* REQUIRED WORK *
Read the data below. Every line holding the string "stats" must be copied.

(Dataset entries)
*** Block opens ***

// Tests for sketch/lsh.h.
//
// Outside reference: Leskovec, Rajaraman & Ullman, Mining of Massive Datasets,
// sec. 3.4.2 [V]: P(candidate) = 1 - (1 - s^r)^b; Fig. 3.8 table for b = 20,
// r = 5 [V, as reproduced]; threshold approximately (1/b)^(1/r), b = 16, r = 4
// -> 1/2 [V]. Values marked "computed" are that formula evaluated in Python
// (/usr/bin/python3: 1 - (1 - s**r)**b).
#include "sketch/lsh.h"

#include <gtest/gtest.h>

#include <cmath>
#include <random>
#include <vector>

#include "sketch/minhash.h"

namespace prefsift::sketch {
namespace {

TEST(SCurve, MatchesBookTableB20R5) {
  const Banding b{20, 5};
  // Book Fig. 3.8 prints 3 decimals (4 at .8): allow half a unit of the last digit.
  EXPECT_NEAR(CandidateProbability(0.2, b), 0.006, 0.0005);
  EXPECT_NEAR(CandidateProbability(0.3, b), 0.047, 0.0005);
  EXPECT_NEAR(CandidateProbability(0.4, b), 0.186, 0.0005);
  EXPECT_NEAR(CandidateProbability(0.5, b), 0.470, 0.0005);
  EXPECT_NEAR(CandidateProbability(0.6, b), 0.802, 0.0005);
  EXPECT_NEAR(CandidateProbability(0.7, b), 0.975, 0.0005);
  EXPECT_NEAR(CandidateProbability(0.8, b), 0.9996, 0.00005);
}

TEST(SCurve, WorkedExamples) {
  // Book: b = 16, r = 4 gives threshold 1/2 [V]; b = 20, r = 5 "just slightly
  // more than 0.5" [V], computed 0.5493.
  EXPECT_NEAR(ApproxThreshold({16, 4}), 0.5, 1e-12);
  EXPECT_NEAR(ApproxThreshold({20, 5}), 0.5493, 0.0001);
  // Computed (Python, the book's formula): b = 16, r = 4, s = 0.5 -> 0.6439258695482072; b = 40, r = 5:
  // s = 0.25 -> 0.038327752962634465, 0.5 -> 0.7191537556638458, 0.75 -> 0.9999803191845236.
  EXPECT_NEAR(CandidateProbability(0.5, {16, 4}), 0.64393, 0.000005);
  EXPECT_NEAR(CandidateProbability(0.25, {40, 5}), 0.038328, 0.0000005);
  EXPECT_NEAR(CandidateProbability(0.5, {40, 5}), 0.719154, 0.0000005);
  EXPECT_NEAR(CandidateProbability(0.75, {40, 5}), 0.999980, 0.0000005);
}

TEST(ChooseBanding, DefaultsAndErrors) {
  // Our rule (smallest false-positive area with P(threshold) >= 0.99); the
  // value is a regression pin, the property below is the real check.
  auto b = ChooseBanding(256, 0.8);
  ASSERT_TRUE(b.ok());
  EXPECT_EQ(b.value().bands, 26u);
  EXPECT_EQ(b.value().rows, 8u);
  for (uint32_t k : {64u, 128u, 256u}) {
    for (double t : {0.5, 0.7, 0.8, 0.9}) {
      auto c = ChooseBanding(k, t);
      ASSERT_TRUE(c.ok());
      EXPECT_LE(c.value().bands * c.value().rows, k);
      EXPECT_GE(CandidateProbability(t, c.value()), 0.99);
    }
  }
  EXPECT_FALSE(ChooseBanding(0, 0.8).ok());
  EXPECT_FALSE(ChooseBanding(256, 1.5).ok());
  EXPECT_FALSE(ChooseBanding(256, 0.0).ok());
}

// Measured share of set pairs at Jaccard s that share at least one band key,
// against 1 - (1 - p^r)^b with p = s + (1 - s)/256 (8-bit rows), within 4
// binomial standard errors (+ 1/T for discreteness).
void CheckMeasuredCurve(uint32_t k, Banding banding, uint64_t seed) {
  constexpr int kTrials = 1500;
  constexpr uint32_t kUnion = 3000;
  std::mt19937_64 rng(seed);
  MinHashParams params;
  params.num_slots = k;
  std::vector<uint64_t> a;
  std::vector<uint64_t> b;
  std::vector<uint64_t> sa(k);
  std::vector<uint64_t> sb(k);
  std::vector<uint8_t> ca(k);
  std::vector<uint8_t> cb(k);
  std::vector<uint64_t> ka(banding.bands);
  std::vector<uint64_t> kb(banding.bands);
  for (double s : {0.3, 0.5, 0.7, 0.8, 0.9}) {
    const auto inter = static_cast<uint32_t>(std::lround(s * kUnion));
    const uint32_t only_a = (kUnion - inter) / 2;
    const uint32_t only_b = kUnion - inter - only_a;
    int hits = 0;
    for (int t = 0; t < kTrials; ++t) {
      a.clear();
      b.clear();
      for (uint32_t i = 0; i < inter; ++i) {
        const uint64_t x = rng();
        a.push_back(x);
        b.push_back(x);
      }
      for (uint32_t i = 0; i < only_a; ++i) a.push_back(rng());
      for (uint32_t i = 0; i < only_b; ++i) b.push_back(rng());
      params.seed = rng();
      Sign(a, params, sa);
      Sign(b, params, sb);
      Compact(sa, ca);
      Compact(sb, cb);
      const uint64_t band_seed = rng();
      BandKeys(ca, banding, band_seed, ka);
      BandKeys(cb, banding, band_seed, kb);
      bool hit = false;
      for (uint32_t i = 0; i < banding.bands; ++i) hit = hit || ka[i] == kb[i];
      hits += hit;
    }
    const double p_row = s + (1 - s) / 256.0;
    const double expected = CandidateProbability(p_row, banding);
    const double observed = static_cast<double>(hits) / kTrials;
    const double se = std::sqrt(expected * (1 - expected) / kTrials);
    EXPECT_NEAR(observed, expected, 4 * se + 1.0 / kTrials)
        << "s=" << s << " b=" << banding.bands << " r=" << banding.rows;
  }
}

TEST(BandingMeasured, BookSettingsB20R5) { CheckMeasuredCurve(100, {20, 5}, 11); }
TEST(BandingMeasured, DefaultB26R8) { CheckMeasuredCurve(256, {26, 8}, 12); }

// Differential: the sorted-bucket generator returns exactly the pairs that
// share a band key by brute force over all pairs.
TEST(CandidatePairs, EqualsBruteForce) {
  constexpr uint32_t kN = 400;
  constexpr uint32_t kK = 64;
  const Banding banding{16, 4};
  std::mt19937_64 rng(5);
  std::vector<uint8_t> sigs(kN * kK);
  // Low-entropy rows (values 0..3) so many bands collide.
  for (auto& v : sigs) v = static_cast<uint8_t>(rng() & 3);
  std::vector<uint64_t> keys(kN * banding.bands);
  for (uint32_t i = 0; i < kN; ++i) {
    BandKeys(std::span<const uint8_t>(sigs).subspan(i * kK, kK), banding, 9,
             std::span<uint64_t>(keys).subspan(i * banding.bands, banding.bands));
  }
  std::vector<uint64_t> brute;
  for (uint32_t i = 0; i < kN; ++i) {
    for (uint32_t j = i + 1; j < kN; ++j) {
      for (uint32_t band = 0; band < banding.bands; ++band) {
        if (keys[i * banding.bands + band] == keys[j * banding.bands + band]) {
          brute.push_back(PackPair(i, j));
          break;
        }
      }
    }
  }
  ASSERT_GT(brute.size(), 100u);
  CandidateOptions opts;
  opts.max_run = kN;
  CandidateStats stats;
  EXPECT_EQ(CandidatePairs(sigs, kK, banding, 9, opts, &stats), brute);
  EXPECT_EQ(stats.unique_pairs, brute.size());
  EXPECT_EQ(stats.capped_runs, 0u);
  EXPECT_EQ(CandidatePairsFromBandKeys(keys, banding.bands, opts, nullptr), brute);
  opts.threads = 2;
  EXPECT_EQ(CandidatePairs(sigs, kK, banding, 9, opts, nullptr), brute);
  opts.threads = 3;
  EXPECT_EQ(CandidatePairsFromBandKeys(keys, banding.bands, opts, nullptr), brute);
}

TEST(CandidatePairs, HugeRunIsCappedToLinearPairs) {
  constexpr uint32_t kCopies = 2000;
  constexpr uint32_t kK = 32;
  std::vector<uint8_t> sigs(kCopies * kK, 7);  // all identical
  CandidateOptions opts;
  opts.max_run = 16;
  CandidateStats stats;
  const auto pairs = CandidatePairs(sigs, kK, {4, 8}, 1, opts, &stats);
  EXPECT_EQ(stats.capped_runs, 4u);  // one run per band
  EXPECT_EQ(stats.capped_run_items, 4u * kCopies);
  EXPECT_EQ(stats.largest_run, kCopies);
  EXPECT_LE(pairs.size(), 2u * kCopies);  // star + chain, deduplicated across bands
  EXPECT_GE(pairs.size(), kCopies - 1);
}

}  // namespace
}  // namespace prefsift::sketch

*** Block closes ***

* TASK SOLUTION *
  CandidateStats stats;
  EXPECT_EQ(CandidatePairs(sigs, kK, banding, 9, opts, &stats), brute);
  EXPECT_EQ(stats.unique_pairs, brute.size());
  EXPECT_EQ(stats.capped_runs, 0u);
  CandidateStats stats;
  const auto pairs = CandidatePairs(sigs, kK, {4, 8}, 1, opts, &stats);
  EXPECT_EQ(stats.capped_runs, 4u);  // one run per band
  EXPECT_EQ(stats.capped_run_items, 4u * kCopies);
  EXPECT_EQ(stats.largest_run, kCopies);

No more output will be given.